*** Block opens ***

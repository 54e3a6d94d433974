/**
 * A small least-recently-used map, per isolate, for planned samplers: some samplers build
 * counting tables, and load tests repeat the same family many times. Entries are pure
 * functions of their key, so caching never changes an answer.
 */
export class LruCache<V> {
  private readonly entries = new Map<string, V>();

  constructor(private readonly capacity: number) {
    if (!Number.isInteger(capacity) || capacity < 1) throw new RangeError(`capacity must be a positive integer, got ${capacity}`);
  }

  getOrCreate(key: string, create: () => V): V {
    const found = this.entries.get(key);
    if (found !== undefined) {
      this.entries.delete(key);
      this.entries.set(key, found);
      return found;
    }
    const value = create();
    this.entries.set(key, value);
    if (this.entries.size > this.capacity) this.entries.delete(this.entries.keys().next().value!);
    return value;
  }

  get size(): number {
    return this.entries.size;
  }
}
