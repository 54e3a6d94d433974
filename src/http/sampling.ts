import type { Family } from '../core/family.js';
import type { RandomSource } from '../core/random.js';
import type { SampleStreams } from '../core/seeding.js';
import type { SampleEncoder } from './encode.js';
import type { Limits } from './limits.js';
import { ProblemError } from './problem.js';
import { RequestStopped, type Deadline } from './deadline.js';
import { checkWorkBudget, samplesText } from './work-budget.js';
import type { SampleFormat } from '../schemas/common.js';
import { YieldBudget } from './yield-budget.js';

/** What a sampling endpoint hands to the shared response writer. */
export interface SamplingJob<S> {
  /** The family, canonical (see canonicalFamily). */
  readonly family: Family;
  /** The family's random streams; their familyKey is echoed in the body. */
  readonly streams: SampleStreams;
  readonly sampler: { readonly method: string; readonly expectedWork: number; readonly expectedDistinct?: number; sample(source: RandomSource): S };
  readonly encoder: SampleEncoder<S>;
  /** Expected numbers one sample adds to the body (parts, or 2 per multiplicity pair). */
  readonly numbersPerSample: number;
  readonly seed: string;
  readonly start: number;
  readonly count: number;
  readonly format: SampleFormat;
}

const CONTENT_TYPES: Record<SampleFormat, string> = {
  json: 'application/json; charset=utf-8',
  ndjson: 'application/x-ndjson; charset=utf-8',
  text: 'text/plain; charset=utf-8',
};

/** Bytes gathered before handing a chunk to the network: large enough to amortise, small enough to stream. */
const CHUNK_CHARS = 64 * 1024;

/**
 * Bodies expected to hold at most this many numbers (a few kB) are built as one string in a
 * plain loop (see wholeBody); most requests are this small.
 */
const WHOLE_BODY_NUMBERS = 2000;

/**
 * What the limits look at: how many samples, from where, and their expected size and work; the
 * family and encoder, when given, let a refusal say which parameter to change.
 */
export type JobSize = Pick<SamplingJob<unknown>, 'sampler' | 'numbersPerSample' | 'start' | 'count'> & Partial<Pick<SamplingJob<unknown>, 'family' | 'encoder'>>;

/**
 * Refuses, before any work is done, a job whose count, indices, expected size or estimated time
 * (the work budget, see work-budget.ts) are over the limits.
 */
export function checkJobLimits(job: JobSize, limits: Limits): void {
  if (job.count > limits.maxCount) {
    // The schema admits up to MAX_COUNT so an operator can raise the limit; the configured one is checked here.
    const message = `must be a whole number from 1 to ${limits.maxCount}, written with digits only`;
    throw new ProblemError(400, `Invalid query: count ${message}.`, [{ param: 'count', message }]);
  }
  if (job.start + job.count - 1 > limits.maxIndex) {
    const message = `start + count - 1 must be at most ${limits.maxIndex} (the largest sample index): with count=${job.count}, start at most ${limits.maxIndex - job.count + 1}`;
    throw new ProblemError(422, `${message}.`, [{ param: 'start', message }]);
  }
  checkResponseSize(job, limits);
  checkWorkBudget(job, limits);
}

/** Refuses a job whose response would hold more numbers than the limit, saying what would fit. */
function checkResponseSize(job: JobSize, limits: Limits): void {
  const numbers = job.count * job.numbersPerSample;
  if (numbers <= limits.maxNumbers) return;
  const perSample = Math.ceil(job.numbersPerSample).toLocaleString('en-US');
  const limit = `the limit is ${limits.maxNumbers.toLocaleString('en-US')} per response`;
  const fits = Math.floor(limits.maxNumbers / job.numbersPerSample);
  if (fits >= 1) {
    const next = job.start + fits;
    throw new ProblemError(
      422,
      `This response would hold about ${Math.round(numbers).toLocaleString('en-US')} numbers (${perSample} per sample); ${limit}. Ask for count=${fits}, then page with start=${next}, start=${next + fits}, … for the rest.`,
      [{ param: 'count', message: `at most ${samplesText(fits)} of this family fit in one response (limit: ${limits.maxNumbers} numbers); page with start for more` }],
    );
  }
  const multiplicities = job.family?.kind === 'partition' && job.encoder?.field === 'parts';
  const change = multiplicities ? 'Ask for as=multiplicities (each part size once, with its multiplicity) or a smaller n' : 'Ask for a smaller n';
  throw new ProblemError(
    422,
    `One sample of this family holds about ${perSample} numbers; ${limit}, so not even one sample fits. ${change}.`,
    [{ param: multiplicities ? 'as' : 'n', message: `one sample holds about ${perSample} numbers, over the limit of ${limits.maxNumbers} per response: ${change.charAt(0).toLowerCase()}${change.slice(1)}` }],
  );
}

/**
 * The body of a sampling response as a sequence of text pieces. Sample i uses its own stream
 * (seed, i, family), so the pieces are the same whatever start and count frame them.
 */
export function* bodyPieces<S>(job: SamplingJob<S>, deadline?: Deadline): Generator<string> {
  const end = job.start + job.count;
  if (job.format === 'json') yield jsonHead(job);
  for (let i = job.start; i < end; i++) {
    deadline?.check(i - job.start);
    yield samplePiece(job, i);
  }
  if (job.format === 'json') yield JSON_TAIL;
}

/**
 * The whole body as one string, produced in a plain loop: the same text as joining
 * `bodyPieces`, without a generator's per-piece cost. For bodies that fit in one chunk, and
 * for single samples: one JSON or NDJSON sample goes out as the bytes its encoder wrote, when
 * it writes bytes for a sample that large (see singleSampleBytes).
 */
function wholeBody<S>(job: SamplingJob<S>, deadline?: Deadline): string | Uint8Array<ArrayBuffer> {
  if (job.count === 1 && job.format !== 'text' && job.encoder.jsonBytes !== undefined) {
    deadline?.check(0);
    return singleSampleBytes(job, job.encoder.jsonBytes);
  }
  const end = job.start + job.count;
  let text = job.format === 'json' ? jsonHead(job) : '';
  for (let i = job.start; i < end; i++) {
    deadline?.check(i - job.start);
    text += samplePiece(job, i);
  }
  return job.format === 'json' ? text + JSON_TAIL : text;
}

/** `{"family":…,"seed":…,"start":…,"method":…,"samples":[` — the family is its key, already JSON. */
function jsonHead(job: SamplingJob<unknown>): string {
  return `{"family":${job.streams.familyKey},"seed":${JSON.stringify(job.seed)},"start":${job.start},"method":${JSON.stringify(job.sampler.method)},"samples":[`;
}

const JSON_TAIL = ']}';

/**
 * The body of a one-sample JSON or NDJSON job: the same text as joining `bodyPieces`, written
 * by the encoder into one buffer with the body's head and tail when the sample is large (a
 * partition of 10^9 as=multiplicities: 240 kB), as a string otherwise.
 */
function singleSampleBytes<S>(job: SamplingJob<S>, jsonBytes: NonNullable<SampleEncoder<S>['jsonBytes']>): string | Uint8Array<ArrayBuffer> {
  const i = job.start;
  const sample = job.sampler.sample(job.streams.source(job.seed, i));
  const [open, close] = job.format === 'json' ? [jsonHead(job), JSON_TAIL] : [`{"index":${i},"${job.encoder.field}":`, '}\n'];
  return jsonBytes(sample, open, close) ?? open + job.encoder.json(sample) + close;
}

/** Sample i of the job, encoded for its format (with its separator or line end). */
function samplePiece<S>(job: SamplingJob<S>, i: number): string {
  const sample = job.sampler.sample(job.streams.source(job.seed, i));
  switch (job.format) {
    case 'json':
      return (i > job.start ? ',' : '') + job.encoder.json(sample);
    case 'ndjson':
      return `{"index":${i},"${job.encoder.field}":${job.encoder.json(sample)}}\n`;
    default:
      return `${job.encoder.text(sample)}\n`;
  }
}

/** Text gathered for one network chunk; `stopped` is what ended the body early, if anything. */
export interface Chunk {
  readonly text: string;
  readonly done: boolean;
  readonly stopped?: unknown;
}

function takeChunk(pieces: Iterator<string>): Chunk {
  let buffer = '';
  try {
    while (buffer.length < CHUNK_CHARS) {
      const next = pieces.next();
      if (next.done) return { text: buffer, done: true };
      buffer += next.value;
    }
    return { text: buffer, done: false };
  } catch (error) {
    // A generator that threw is finished; the samples already in the buffer are still good.
    return { text: buffer, done: true, stopped: error };
  }
}

/**
 * The body of a sampling response, with its first chunk produced before the response is
 * committed: a request that runs out of time before its first byte (or whose sampler refuses)
 * still gets a proper status — 503 problem+json with Retry-After for the deadline.
 * Once streaming has begun the status is sent, so a later stop ends the stream with an error
 * (see `bodyStream`).
 */
export function startBody<S>(job: SamplingJob<S>, deadline?: Deadline, turnClock?: () => number): ReadableStream<Uint8Array> | string | Uint8Array<ArrayBuffer> {
  // One sample is drawn whole whatever its size, so its body is one string (or its bytes) too
  // (with a Content-Length, and no stream to pump), however large.
  if (job.count === 1 || job.count * job.numbersPerSample <= WHOLE_BODY_NUMBERS) {
    try {
      return wholeBody(job, deadline);
    } catch (error) {
      throw stoppedProblem(error, job.start);
    }
  }
  const pieces = bodyPieces(job, deadline);
  const first = takeChunk(pieces);
  if (first.stopped !== undefined) throw stoppedProblem(first.stopped, job.start);
  // A body that fits in one chunk goes out as a string: it gets a Content-Length, and Node's
  // adapter writes it directly instead of pumping a stream (most requests are this small).
  if (first.done) return first.text;
  return bodyStream(pieces, { format: job.format, start: job.start, first, turnClock });
}

/** What a stop means for the client: a problem for the deadline, the original error otherwise. */
function stoppedProblem(stopped: unknown, start: number): unknown {
  if (!(stopped instanceof RequestStopped)) return stopped;
  const retryAfter = String(Math.max(1, Math.ceil(stopped.budgetMs / 1000)));
  const resume = stopped.produced > 0 ? ` ${stopped.produced} samples were done in time; continue with start=${start + stopped.produced}.` : '';
  return new ProblemError(
    503,
    `This request ran past the deadline of ${stopped.budgetMs} ms per request (the server's time limit). Ask for fewer samples (count) or a smaller n, or page with start.${resume}`,
    undefined,
    { 'retry-after': retryAfter },
  );
}

/** The problem written into an NDJSON stream that stops early; internals never leak into it. */
function streamProblem(stopped: unknown, start: number): ProblemError {
  const problem = stoppedProblem(stopped, start);
  if (problem instanceof ProblemError) return problem;
  if (problem instanceof RangeError) return new ProblemError(422, problem.message);
  return new ProblemError(500, 'The service failed while streaming this response; the samples before this line are valid.');
}

/** The error a stream ends with once streaming has begun; its message may reach the client. */
export class StreamEndedEarly extends Error {
  override readonly name = 'StreamEndedEarly';
}

export interface StreamOptions {
  readonly format?: SampleFormat;
  /** Index of the first sample, to tell the client where to continue after an early stop. */
  readonly start?: number;
  /** A chunk already produced (by `startBody`), sent first. */
  readonly first?: Chunk;
  /** Clock of the yield budget (see AppOptions.turnClock); performance.now by default. */
  readonly turnClock?: () => number;
}

/**
 * Streams the body, producing text only when the reader asks for more: a client that
 * disconnects cancels the stream (and aborts the request's signal, which the deadline watches
 * between samples), and no further samples are drawn.
 *
 * When sampling stops after the first chunk was sent (deadline, or a failing sampler), the
 * samples finished so far are sent, an NDJSON stream gets one last line
 * `{"error": <problem details>}`, and the stream is then errored, so the response ends without
 * its proper end (no closing chunk, or "]}" missing from JSON): clients see a truncated body,
 * never a short one that looks complete.
 */
export function bodyStream(pieces: Iterator<string>, options: StreamOptions = {}): ReadableStream<Uint8Array> {
  const { format = 'text', start = 0 } = options;
  const encoder = new TextEncoder();
  let pending = options.first;
  // Erroring a stream discards what is still queued, so the stream errors one pull after the
  // last good chunk (and the NDJSON error line) went out.
  let failure: StreamEndedEarly | undefined;
  let cancelled = false;
  const budget = new YieldBudget(options.turnClock);
  return new ReadableStream<Uint8Array>(
    {
      async pull(controller) {
        if (failure) {
          controller.error(failure);
          return;
        }
        // Produced as soon as the reader asks; the event loop gets a turn once the stream has
        // worked for a measured budget (see yield-budget.ts), not after every chunk.
        if (!pending && budget.due()) await budget.giveWay();
        if (cancelled) return;
        const chunk = pending ?? takeChunk(pieces);
        pending = undefined;
        let text = chunk.text;
        if (chunk.stopped !== undefined) {
          if (chunk.stopped instanceof RequestStopped && chunk.stopped.reason === 'disconnected') {
            controller.close(); // nobody is reading any more
            return;
          }
          const problem = streamProblem(chunk.stopped, start);
          if (format === 'ndjson') text += `${JSON.stringify({ error: problem.toProblem() })}\n`;
          failure = new StreamEndedEarly(problem.status === 503 ? 'deadline passed while streaming' : 'sampling failed while streaming');
          if (!text) {
            controller.error(failure);
            return;
          }
        }
        if (text) controller.enqueue(encoder.encode(text));
        if (chunk.done && !failure) controller.close();
      },
      cancel() {
        cancelled = true;
        pieces.return?.(undefined);
      },
    },
    { highWaterMark: 0 },
  );
}

export function contentTypeOf(format: SampleFormat): string {
  return CONTENT_TYPES[format];
}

*** Block closes ***

**How to complete this task**
Across the records above, show each line containing the word "many".

**Solution below**
 * counting tables, and load tests repeat the same family many times. Entries are pure
 * Bodies expected to hold at most this many numbers (a few kB) are built as one string in a
 * What the limits look at: how many samples, from where, and their expected size and work; the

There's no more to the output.